The Kissing Booth 2 Has an Editing Mistake You Probably Didn’t Notice

There are many, many improbable things about The Kissing Booth 2, including the fact that I loved it. I am significantly closer to my 30th birthday than to my last all-school assembly, but these fictional teens got me rooting for their eternal happiness. 

Still, as I was gasping at the plot twists in the sequel to Netflix’s 2018 hit, most of which are driven by those two classic life pests—you know, intercom systems and too many hot boys being in love with you—one strange edit took me out. 

Even if we accept the popular teen rom-com delusion that high schools are populated by people who look like 24-year-old models who live in mansions and never have homework, the Kissing Booth movies take suspended reality to its furthest extreme. 

Here is where The Kissing Booth 2 crosses the line: Toward the middle of the film, Elle (Joey King) and Marco (Taylor Zakhar Perez) have been practicing Dance, Dance, Revolution for hours. They must! (Elle’s competing in a DDR tournament to win money for school.) They take a break and go on a Ferris wheel, where they actually have a very sweet, reflective exchange about the competing values of success and happiness. 

(Side note: At this point, I thought I was in one of the final scenes of the movie, but it turned out there was an hour and seven minutes left to go. The Kissing Booth 2 is, inexplicably, 132 minutes long, the same length as The Departed and Fight Club.) 

The couple adjourns to the beach, under a full moon, naturally. Through the course of the conversation, Marco is holding an acoustic guitar the size of a toddler upon his lap. 

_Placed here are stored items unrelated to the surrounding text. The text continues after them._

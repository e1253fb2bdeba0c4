// libFuzzer target: the batch report's JSON config loader (report/report_config.h). The
// input is written to a scratch file in $TMPDIR (else /tmp) and read with
// LoadReportConfig, as `medload report` reads it.
//
// Invariants:
// - the loader never throws; a refusal is an Input status naming the file;
// - an accepted config keeps the documented bounds (title and network not empty, at least
//   one criterion, months 1..240, worklist 1..100000, practices listed once);
// - the normal form (ConfigParameters), written back as a config, reads again to the same
//   normal form: every criterion's key parses back to itself.
#include <unistd.h>

#include <cstddef>
#include <cstdint>
#include <cstdio>
#include <cstdlib>
#include <set>
#include <string>

#include <nlohmann/json.hpp>

#include "fuzz/fuzz_check.h"
#include "medload/report/report_config.h"

namespace medload {
namespace {

const std::string& ScratchPath() {
  static const std::string path = [] {
    const char* dir = std::getenv("TMPDIR");
    return std::string(dir != nullptr && *dir != '\0' ? dir : "/tmp") + "/medload_report_config_fuzz_" +
           std::to_string(getpid()) + ".json";
  }();
  return path;
}

void WriteScratch(const uint8_t* data, size_t size) {
  std::FILE* file = std::fopen(ScratchPath().c_str(), "wb");
  FuzzCheck(file != nullptr, "the scratch file opens");
  FuzzCheck(std::fwrite(data, 1, size, file) == size, "the scratch file is written");
  std::fclose(file);
}

// The normal form as a config document: nulls (absent values) dropped and the key file
// (shown as "(set)") put back.
nlohmann::json AsDocument(const ReportConfig& config) {
  nlohmann::json document = ConfigParameters(config);
  if (document["pseudonymise_key"].is_null()) document.erase("pseudonymise_key");
  else document["pseudonymise_key"] = config.pseudonymise_key;
  if (document["digests"].is_null()) {
    document.erase("digests");
  } else {
    nlohmann::json& triggers = document["digests"]["triggers"];
    for (const char* key : {"rise_patients", "rise_percent"}) {
      if (triggers[key].is_null()) triggers.erase(key);
    }
  }
  return document;
}

void CheckAccepted(const ReportConfig& config) {
  FuzzCheck(!config.title.empty() && !config.network.empty(), "title and network are not empty");
  FuzzCheck(!config.criteria.empty(), "there is a criterion");
  FuzzCheck(config.months >= 1 && config.months <= 240, "months is 1..240");
  FuzzCheck(config.worklist_limit >= 1 && config.worklist_limit <= 100000, "worklist limit is 1..100000");
  FuzzCheck(config.suppress_below >= 0 && config.suppress_below <= 1000, "suppression is 0..1000");
  const std::set<std::string> practices(config.practices.begin(), config.practices.end());
  FuzzCheck(practices.size() == config.practices.size(), "a practice is listed once");
  const nlohmann::json parameters = ConfigParameters(config);
  const Result<ReportConfig> again = ReadReportConfig(AsDocument(config), "again.json");
  if (!again.ok()) std::fprintf(stderr, "%s\n", again.status().message().c_str());
  FuzzCheck(again.ok(), "the normal form reads as a config");
  FuzzCheck(ConfigParameters(*again) == parameters, "the normal form reads back to itself");
}

}  // namespace
}  // namespace medload

extern "C" int LLVMFuzzerTestOneInput(const uint8_t* data, size_t size) {
  using namespace medload;
  WriteScratch(data, size);
  const Result<ReportConfig> config = LoadReportConfig(ScratchPath());
  if (!config.ok()) {
    FuzzCheck(config.status().code() == StatusCode::kInput, "a refusal is an Input status");
    // "FILE: ..." or, for JSON syntax, "FILE:LINE:COLUMN: ...".
    FuzzCheck(StartsWith(config.status().message(), ScratchPath() + ":"), "a refusal names the file");
    return 0;
  }
  CheckAccepted(*config);
  return 0;
}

Marco strums the guitar sensually, layers of masculine bracelets jangling in the Santa Monica breeze, his eyelashes approximately the length of pine needles. But where the fuck did that guitar come from? Was the guitar on the Ferris wheel? Was the guitar manifested by the power of vibes? Did Marco store a full-size instrument under the Ferris wheel in the gentle hands of the Ferris wheel employees, and then pop it on his back, hike it across the beach, tune it, and then play Elle a few “impromptu” chords? 

People noticed: 

Did the editors not notice the glitch, or was this an intentional choice? Does it even matter?

The first movie is (in my opinion) a glossy tale about what happens when a controlling guy with violent anger problems falls in love with you. It also poses the question: What if teenagers would pay to kiss a blindfolded person in front of an audience of their peers? 

The joy of The Kissing Booth 2 is that it rewrites that problematic guy as a friend-to-women-everywhere, largely abandons the second question, and replaces it with better ones. What if there was a giant, arena-size competition based on the arcade game Dance, Dance, Revolution, and the prize was $50,000? (There actually are DDR championships—and they are amazing—just nothing like the ones in the movie.)  

What if the standard freshman dorm at Harvard was a sprawling chalet complete with a wood-burning fire? What if your average night of high school consisted of riding your VT 750 C Shadow motorcycle to the Hollywood sign for a tender bout of lovemaking? 

So bring on the full moon and materializing guitar! Whether the glitch was an editing error or an intentional moment of magical realism, what if we lived in the world The Kissing Booth 2 imagines? A world where weird girls are desired, gay teens are cheered, and guitars materialize by way of sheer ambience? I'd live there. Overactive intercom system and all.